A common concern is whether filing bankruptcy will affect your ability to get medical care going forward. In practice, the impact is minimal. Hospitals and emergency rooms are required by federal law (EMTALA) to treat emergency patients regardless of their ability to pay or their bankruptcy history. Your existing doctors are not required to continue treating you, but most will. The discharged debt is gone, and providers generally prefer to keep their patients rather than lose them over a past billing dispute.

Some patients worry about being "blacklisted" by their healthcare system. In over two decades of practice, I have not seen this happen in any meaningful way. Medical providers deal with bankruptcy discharges regularly and understand that patients who file are often in genuinely difficult circumstances.

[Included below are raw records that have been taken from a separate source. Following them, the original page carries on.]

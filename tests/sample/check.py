"""Check the written sample on its own: `python -m tests.sample.check SAMPLEDIR [TRUTHDIR]`.

Reads the files, refuses rows and computes one GEKS-Tornqvist per elementary aggregate with code that shares nothing
with the generator, then compares with `planted.json` and `truth.csv`.
"""

import gzip
import json
import sys
from pathlib import Path
from typing import Any

import numpy as np
import polars as pl
from numpy.typing import NDArray

ZONE = "America/Halifax"
WEIGHTS = np.array([1, 3] * 6)


def read_rows(path: Path, feed: str) -> pl.DataFrame:
    """Return a file's rows with a column `rule`, null where the row is accepted."""
    return {"brindlow": _brindlow, "kestrin": _kestrin, "ombray": _ombray}[feed](path)


def compare(sample: Path, planted: dict[str, Any]) -> tuple[pl.DataFrame, list[str]]:
    """Return the accepted rows of all active files, and every difference from what was planted."""
    kept, differences = [], []
    for entry in planted["deliveries"]:
        rows = read_rows(sample / entry["path"], entry["feed"])
        period = pl.col("day").dt.strftime("%Y-%m")
        rows = rows.with_columns(
            pl.when(pl.col("rule").is_null() & (period != entry["period"]))
            .then(pl.lit("outside-announced-period"))
            .otherwise(pl.col("rule"))
            .alias("rule")
        )
        accepted = rows.filter(pl.col("rule").is_null())
        found = {
            "rows": rows.height,
            "accepted_rows": accepted.height,
            "accepted_turnover": f"{accepted['turnover'].sum():.2f}",
            "refused": dict(sorted(rows["rule"].drop_nulls().value_counts().iter_rows())),
        }
        differences += [
            f"{entry['path']}: {key} {value}, planted {entry[key]}"
            for key, value in found.items()
            if value != entry[key]
        ]
        if entry["status"] == "active":
            kept.append(
                accepted.select(
                    pl.lit(entry["feed"]).alias("feed"), "item", period.alias("period"), "quantity", "turnover"
                )
            )
    return pl.concat(kept), differences


def assigned(sales: pl.DataFrame, sample: Path) -> pl.DataFrame:
    """Return the sales with their elementary aggregate; those without one are dropped."""
    rules = pl.read_csv(sample / "classification/assignment.csv", infer_schema=False)
    by_item = rules.filter(pl.col("item") != "").select("feed", "item", pl.col("ea").alias("by_item"))
    by_category = rules.filter(pl.col("category") != "")
    named = by_category.filter(pl.col("feed") != "").select("feed", "category", pl.col("ea").alias("by_category"))
    shared = by_category.filter(pl.col("feed") == "").select("category", pl.col("ea").alias("by_shared"))
    listed = (
        _categories(sample)
        .join(by_item, on=["feed", "item"], how="left")
        .join(named, on=["feed", "category"], how="left")
        .join(shared, on="category", how="left")
        .select("feed", "item", pl.coalesce("by_item", "by_category", "by_shared").alias("ea"))
        .drop_nulls()
    )
    return sales.join(listed, on=["feed", "item"])


def geks_tornqvist(prices: NDArray[np.float64], shares: NDArray[np.float64]) -> NDArray[np.float64]:
    """Return the index of (T, N) prices over one window, first period 1."""
    periods = prices.shape[0]
    log = np.zeros((periods, periods))
    for start in range(periods):
        for end in range(periods):
            both = np.isfinite(prices[start]) & np.isfinite(prices[end])
            first = shares[start, both] / shares[start, both].sum()
            last = shares[end, both] / shares[end, both].sum()
            log[start, end] = (0.5 * (first + last)) @ np.log(prices[end, both] / prices[start, both])
    means = log.mean(axis=0)
    level: NDArray[np.float64] = np.exp(means - means[0])
    return level


def spread(sales: pl.DataFrame, truth: pl.DataFrame) -> pl.DataFrame:
    """Return, per elementary aggregate, how far the index ends and strays from the truth, in percent."""
    panel = sales.group_by("ea", "feed", "item", "period").agg(pl.col("quantity").sum(), pl.col("turnover").sum())
    rows = []
    for (ea,), true in truth.group_by("ea", maintain_order=True):
        cells = panel.filter(pl.col("ea") == ea).with_columns(pl.concat_str("feed", "item").alias("product"))
        periods = true["period"].to_list()
        amounts = _grid(cells, "turnover", periods)
        units = _grid(cells, "quantity", periods)
        index = geks_tornqvist(amounts / units, np.nan_to_num(amounts))
        error = 100.0 * (index / (true["index"].to_numpy() / true["index"][0]) - 1.0)
        sold = np.isfinite(units).sum(axis=1)
        rows.append(
            (
                ea,
                float(true["index"][-1]),
                *map(float, (error[-1], error.min(), error.max(), np.sqrt(np.mean(error**2)))),
                int(sold.min()),
            )
        )
    names = ["ea", "truth_end", "end", "lowest", "highest", "typical", "fewest_products"]
    return pl.DataFrame(rows, schema=names, orient="row")


def _grid(cells: pl.DataFrame, value: str, periods: list[str]) -> NDArray[np.float64]:
    wide = cells.pivot("product", index="period", values=value)
    ordered = pl.DataFrame({"period": periods}).join(wide, on="period", how="left", maintain_order="left")
    grid: NDArray[np.float64] = ordered.drop("period").cast(pl.Float64).fill_null(float("nan")).to_numpy()
    return grid


def _categories(sample: Path) -> pl.DataFrame:
    one = pl.read_csv(sample / "items/brindlow_items.csv", infer_schema=False).select(
        pl.lit("brindlow").alias("feed"), pl.col("ART_NO").alias("item"), pl.col("CAT").alias("category")
    )
    two = pl.read_parquet(sample / "items/kestrin_items.parquet").select(
        pl.lit("kestrin").alias("feed"), pl.col("gtin").alias("item"), pl.col("department").alias("category")
    )
    three = pl.read_csv(sample / "items/ombray_items.csv", infer_schema=False).select(
        pl.lit("ombray").alias("feed"), pl.col("réf_article").alias("item"), pl.col("rayon").alias("category")
    )
    return pl.concat([one, two, three])


def _refuse(rows: pl.DataFrame, before: list[tuple[pl.Expr, str]], limits: tuple[float, float]) -> pl.DataFrame:
    price = pl.col("turnover") / pl.col("quantity")
    rules = [
        *before,
        (pl.col("quantity") <= 0, "quantity-not-positive"),
        (pl.col("turnover") <= 0, "turnover-not-positive"),
        (~price.is_between(*limits), "unit-price-limits"),
    ]
    return rows.with_columns(pl.coalesce(pl.when(broken).then(pl.lit(rule)) for broken, rule in rules).alias("rule"))


def _brindlow(path: Path) -> pl.DataFrame:
    rows = pl.read_parquet(path).select(
        pl.col("STORE_NO").cast(pl.String).alias("outlet"),
        pl.col("ART_NO").cast(pl.String).alias("item"),
        pl.col("UNITS").cast(pl.Float64).alias("quantity"),
        pl.col("SALES_VAL").alias("turnover"),
        (pl.col("WEEK_MON") + pl.duration(days=3)).alias("day"),
    )
    missing = pl.any_horizontal(pl.col("outlet", "item", "day").is_null())
    return _refuse(rows, [(missing, "missing-key"), (~pl.col("turnover").is_finite(), "non-finite")], (0.05, 500.0))


def _kestrin(path: Path) -> pl.DataFrame:
    local = pl.col("sold_utc").dt.replace_time_zone("UTC").dt.convert_time_zone(ZONE).dt.date()
    rows = pl.read_parquet(path).select(
        pl.col("shop").alias("outlet"),
        pl.col("gtin").alias("item"),
        pl.col("till_line").alias("line_id"),
        pl.col("qty").cast(pl.Float64).alias("quantity"),
        (pl.col("amount") - pl.col("deposit").fill_null(0)).cast(pl.Float64).alias("turnover"),
        local.alias("day"),
    )
    missing = pl.any_horizontal(pl.col("outlet", "item", "day").is_null())
    malformed = ~pl.Series([_is_gtin13(code or "") for code in rows["item"]])
    rows = rows.with_columns(malformed.alias("malformed"))
    returned = (pl.col("quantity") < 0) & (pl.col("turnover") < 0)
    signs = rows.with_columns(pl.when(returned).then(-1.0).otherwise(1.0).alias("sign"))
    turned = signs.with_columns(pl.col("quantity", "turnover") * pl.col("sign"))
    repeated = ~pl.col("line_id").is_first_distinct()
    before = [(missing, "missing-key"), (repeated, "duplicate-line"), (pl.col("malformed"), "malformed-item-code")]
    judged = _refuse(turned, before, (0.05, 300.0))
    return judged.with_columns(pl.col("quantity", "turnover") * pl.col("sign")).drop("sign", "malformed")


def _ombray(path: Path) -> pl.DataFrame:
    text = gzip.decompress(path.read_bytes()).decode("latin-1")
    cells = [_cells(line) for line in text.splitlines()[1:]]
    names = ["month", "item", "quantity", "turnover"]
    rows = pl.DataFrame(
        [(row[0], row[1], row[4], row[5]) if len(row) == 6 else ("", "", "", "") for row in cells],
        schema=dict.fromkeys(names, pl.String),
        orient="row",
    ).with_columns(
        pl.Series("broken", [len(row) != 6 for row in cells]),
        (pl.col("month") + "-01").str.to_date("%Y-%m-%d", strict=False).alias("day"),
        pl.col("quantity", "turnover").str.replace(",", ".", literal=True).cast(pl.Float64, strict=False),
        pl.any_horizontal(pl.col("month", "item") == "").alias("missing"),
    )
    numbers = pl.col("quantity", "turnover")
    before = [
        (pl.col("broken"), "broken-row"),
        (pl.col("missing"), "missing-key"),
        (pl.col("day").is_null(), "unreadable-date"),
        (pl.any_horizontal(numbers.is_null()), "unreadable-number"),
        (~pl.all_horizontal(numbers.is_finite()), "non-finite"),
    ]
    return _refuse(rows, before, (0.01, 5000.0))


def _cells(line: str) -> list[str]:
    """Split at semicolons outside double quotes."""
    parts = line.split('"')
    marked = "".join(part.replace(";", "\0") if place % 2 == 0 else part for place, part in enumerate(parts))
    return marked.split("\0")


def _is_gtin13(code: str) -> bool:
    if len(code) != 13 or not code.isdigit():
        return False
    digits = np.array([int(digit) for digit in code])
    return bool((int(WEIGHTS @ digits[:12]) + int(digits[12])) % 10 == 0)


def main(sample: Path, truth: Path) -> int:
    """Print the differences and the spread; return 1 if a file is not as planted."""
    planted = json.loads((truth / "planted.json").read_text(encoding="utf-8"))
    sales, differences = compare(sample, planted)
    print("\n".join(differences) or "every file is as planted")
    table = spread(assigned(sales, sample), pl.read_csv(truth / "truth.csv"))
    with pl.Config(tbl_rows=-1, float_precision=2, tbl_hide_dataframe_shape=True):
        print(table)
    return 1 if differences else 0


if __name__ == "__main__":
    folders = [Path(argument) for argument in sys.argv[1:]]
    sys.exit(main(folders[0], folders[1] if len(folders) == 2 else Path(__file__).resolve().parent))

If you are receiving ongoing treatment, such as cancer care, dialysis, or chronic condition management, filing bankruptcy does not interrupt that treatment. Your future medical bills are not affected by the filing. Only debts incurred before your filing date are included in the bankruptcy.

Hospital Payment Plans vs. Bankruptcy

Many hospitals offer payment plans or financial hardship programs, and some people try to use these as an alternative to bankruptcy. These programs can work if your total medical debt is manageable and you can sustain the payments alongside your other obligations. But there are limitations to consider.

Hospital payment plans do not reduce the balance owed unless you specifically negotiate a settlement. You are still paying the full amount, just spread over time. If you miss payments, the account can be sent to collections or result in a lawsuit. Interest may or may not accrue depending on the provider's policy. And a payment plan on your medical bills does nothing to address any credit card debt, personal loans, or other obligations you may also be carrying.

Bankruptcy addresses all of it at once. For someone with $40,000 in medical bills plus $15,000 in credit card debt, a hospital payment plan solves only part of the problem. A Chapter 7 filing eliminates all of it.

When Medical Debt Pushes You Over the Edge

Many of our clients were managing their finances adequately until a medical event changed everything. A heart attack, a car accident, a cancer diagnosis. The bills arrive, and suddenly the credit cards that were under control start getting used to cover everyday expenses. Minimum payments get missed. Collection calls start. The financial spiral accelerates.

If medical bills are the primary reason you are struggling, bankruptcy may be the most efficient path back to stability. Rather than spending years making minimum payments on debts you did not choose to incur, you can eliminate them and redirect your income toward your actual living expenses and financial recovery.